▶ [Exercise instructions]:
Check every line below for the string "object". Copy the ones that have it.

▶ [Source data]:

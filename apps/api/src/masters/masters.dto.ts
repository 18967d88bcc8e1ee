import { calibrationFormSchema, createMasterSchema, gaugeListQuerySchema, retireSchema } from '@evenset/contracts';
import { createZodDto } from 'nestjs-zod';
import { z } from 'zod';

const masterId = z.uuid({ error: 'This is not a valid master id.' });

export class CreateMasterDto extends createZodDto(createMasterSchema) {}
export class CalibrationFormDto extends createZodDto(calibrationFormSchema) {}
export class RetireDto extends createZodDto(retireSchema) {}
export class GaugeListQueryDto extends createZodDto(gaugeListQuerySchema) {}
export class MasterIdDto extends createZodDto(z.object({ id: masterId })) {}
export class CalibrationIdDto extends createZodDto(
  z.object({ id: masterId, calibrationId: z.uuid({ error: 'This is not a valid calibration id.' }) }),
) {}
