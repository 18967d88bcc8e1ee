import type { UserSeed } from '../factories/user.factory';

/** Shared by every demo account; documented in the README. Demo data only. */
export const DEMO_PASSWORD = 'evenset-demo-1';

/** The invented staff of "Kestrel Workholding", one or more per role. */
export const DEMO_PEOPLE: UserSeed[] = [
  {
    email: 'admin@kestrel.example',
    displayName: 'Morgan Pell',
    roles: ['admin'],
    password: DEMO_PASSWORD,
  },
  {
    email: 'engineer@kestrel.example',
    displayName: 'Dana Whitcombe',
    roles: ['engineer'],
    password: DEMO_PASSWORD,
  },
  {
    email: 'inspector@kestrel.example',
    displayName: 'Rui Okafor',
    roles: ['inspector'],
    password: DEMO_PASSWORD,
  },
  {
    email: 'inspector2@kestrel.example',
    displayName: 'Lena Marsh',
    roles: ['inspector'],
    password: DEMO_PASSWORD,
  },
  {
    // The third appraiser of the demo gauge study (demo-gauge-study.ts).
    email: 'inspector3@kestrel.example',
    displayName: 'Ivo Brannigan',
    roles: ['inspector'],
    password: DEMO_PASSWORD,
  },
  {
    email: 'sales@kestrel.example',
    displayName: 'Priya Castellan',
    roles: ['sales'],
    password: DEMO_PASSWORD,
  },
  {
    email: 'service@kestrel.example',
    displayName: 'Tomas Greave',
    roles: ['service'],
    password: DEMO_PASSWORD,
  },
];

* * *

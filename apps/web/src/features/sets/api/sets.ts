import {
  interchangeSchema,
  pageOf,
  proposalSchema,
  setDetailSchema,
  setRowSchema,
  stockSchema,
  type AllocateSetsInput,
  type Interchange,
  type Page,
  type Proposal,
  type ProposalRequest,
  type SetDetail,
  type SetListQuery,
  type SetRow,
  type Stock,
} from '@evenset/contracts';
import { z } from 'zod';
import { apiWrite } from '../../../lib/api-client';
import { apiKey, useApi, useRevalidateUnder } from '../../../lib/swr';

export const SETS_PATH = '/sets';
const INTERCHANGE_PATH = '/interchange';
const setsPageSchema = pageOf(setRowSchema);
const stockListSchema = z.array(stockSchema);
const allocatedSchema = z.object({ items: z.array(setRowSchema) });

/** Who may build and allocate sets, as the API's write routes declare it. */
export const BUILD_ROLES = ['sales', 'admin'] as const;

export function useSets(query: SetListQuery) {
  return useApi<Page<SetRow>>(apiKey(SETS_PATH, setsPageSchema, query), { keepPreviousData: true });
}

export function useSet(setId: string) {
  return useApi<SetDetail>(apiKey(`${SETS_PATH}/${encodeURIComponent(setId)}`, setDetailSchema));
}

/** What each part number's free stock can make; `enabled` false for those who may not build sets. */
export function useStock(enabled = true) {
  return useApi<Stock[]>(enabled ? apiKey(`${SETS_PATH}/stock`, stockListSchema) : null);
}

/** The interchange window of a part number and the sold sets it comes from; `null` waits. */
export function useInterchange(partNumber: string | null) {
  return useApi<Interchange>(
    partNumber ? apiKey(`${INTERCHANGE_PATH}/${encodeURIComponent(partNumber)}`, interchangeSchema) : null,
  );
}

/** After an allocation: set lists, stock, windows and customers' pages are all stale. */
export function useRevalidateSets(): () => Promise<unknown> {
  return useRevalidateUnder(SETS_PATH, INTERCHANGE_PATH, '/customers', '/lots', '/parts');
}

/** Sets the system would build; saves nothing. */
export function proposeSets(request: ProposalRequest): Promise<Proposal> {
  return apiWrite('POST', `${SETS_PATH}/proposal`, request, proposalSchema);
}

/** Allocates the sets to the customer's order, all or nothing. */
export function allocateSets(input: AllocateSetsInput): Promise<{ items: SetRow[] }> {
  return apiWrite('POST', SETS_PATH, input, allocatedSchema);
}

--

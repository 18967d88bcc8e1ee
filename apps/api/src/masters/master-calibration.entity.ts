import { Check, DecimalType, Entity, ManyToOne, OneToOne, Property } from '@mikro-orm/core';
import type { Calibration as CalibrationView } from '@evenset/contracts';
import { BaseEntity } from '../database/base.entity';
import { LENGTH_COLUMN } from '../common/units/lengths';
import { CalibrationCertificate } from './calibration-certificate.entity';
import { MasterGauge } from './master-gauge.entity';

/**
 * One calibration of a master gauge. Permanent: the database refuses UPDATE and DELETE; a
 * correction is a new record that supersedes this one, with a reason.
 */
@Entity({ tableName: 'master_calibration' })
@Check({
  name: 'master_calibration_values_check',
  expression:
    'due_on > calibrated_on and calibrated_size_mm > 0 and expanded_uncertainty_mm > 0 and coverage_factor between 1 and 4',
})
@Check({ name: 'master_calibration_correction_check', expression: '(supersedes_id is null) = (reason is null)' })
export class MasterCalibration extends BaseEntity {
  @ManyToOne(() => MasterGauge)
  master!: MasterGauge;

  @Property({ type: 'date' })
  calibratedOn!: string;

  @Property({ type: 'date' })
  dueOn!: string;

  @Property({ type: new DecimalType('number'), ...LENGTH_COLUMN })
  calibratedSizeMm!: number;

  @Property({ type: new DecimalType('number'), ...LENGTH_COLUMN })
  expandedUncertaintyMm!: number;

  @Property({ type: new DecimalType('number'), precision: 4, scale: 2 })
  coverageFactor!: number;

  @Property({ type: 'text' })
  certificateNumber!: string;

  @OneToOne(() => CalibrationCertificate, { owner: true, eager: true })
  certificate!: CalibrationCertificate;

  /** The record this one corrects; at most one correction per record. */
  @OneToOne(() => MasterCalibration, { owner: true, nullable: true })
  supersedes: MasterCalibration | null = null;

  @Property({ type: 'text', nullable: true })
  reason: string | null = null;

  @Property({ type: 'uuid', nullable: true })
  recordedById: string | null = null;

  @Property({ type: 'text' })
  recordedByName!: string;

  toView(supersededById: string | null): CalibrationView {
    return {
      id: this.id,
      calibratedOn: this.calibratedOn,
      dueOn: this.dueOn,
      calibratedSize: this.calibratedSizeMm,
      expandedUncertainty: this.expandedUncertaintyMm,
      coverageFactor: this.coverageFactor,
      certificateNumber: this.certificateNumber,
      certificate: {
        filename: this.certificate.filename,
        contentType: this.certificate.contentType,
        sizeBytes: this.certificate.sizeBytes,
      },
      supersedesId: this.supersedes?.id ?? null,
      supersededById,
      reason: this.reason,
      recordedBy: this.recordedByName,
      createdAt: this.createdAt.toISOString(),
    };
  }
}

▶ [Finished exercise]:
export class MasterIdDto extends createZodDto(z.object({ id: masterId })) {}
  z.object({ id: masterId, calibrationId: z.uuid({ error: 'This is not a valid calibration id.' }) }),
const allocatedSchema = z.object({ items: z.array(setRowSchema) });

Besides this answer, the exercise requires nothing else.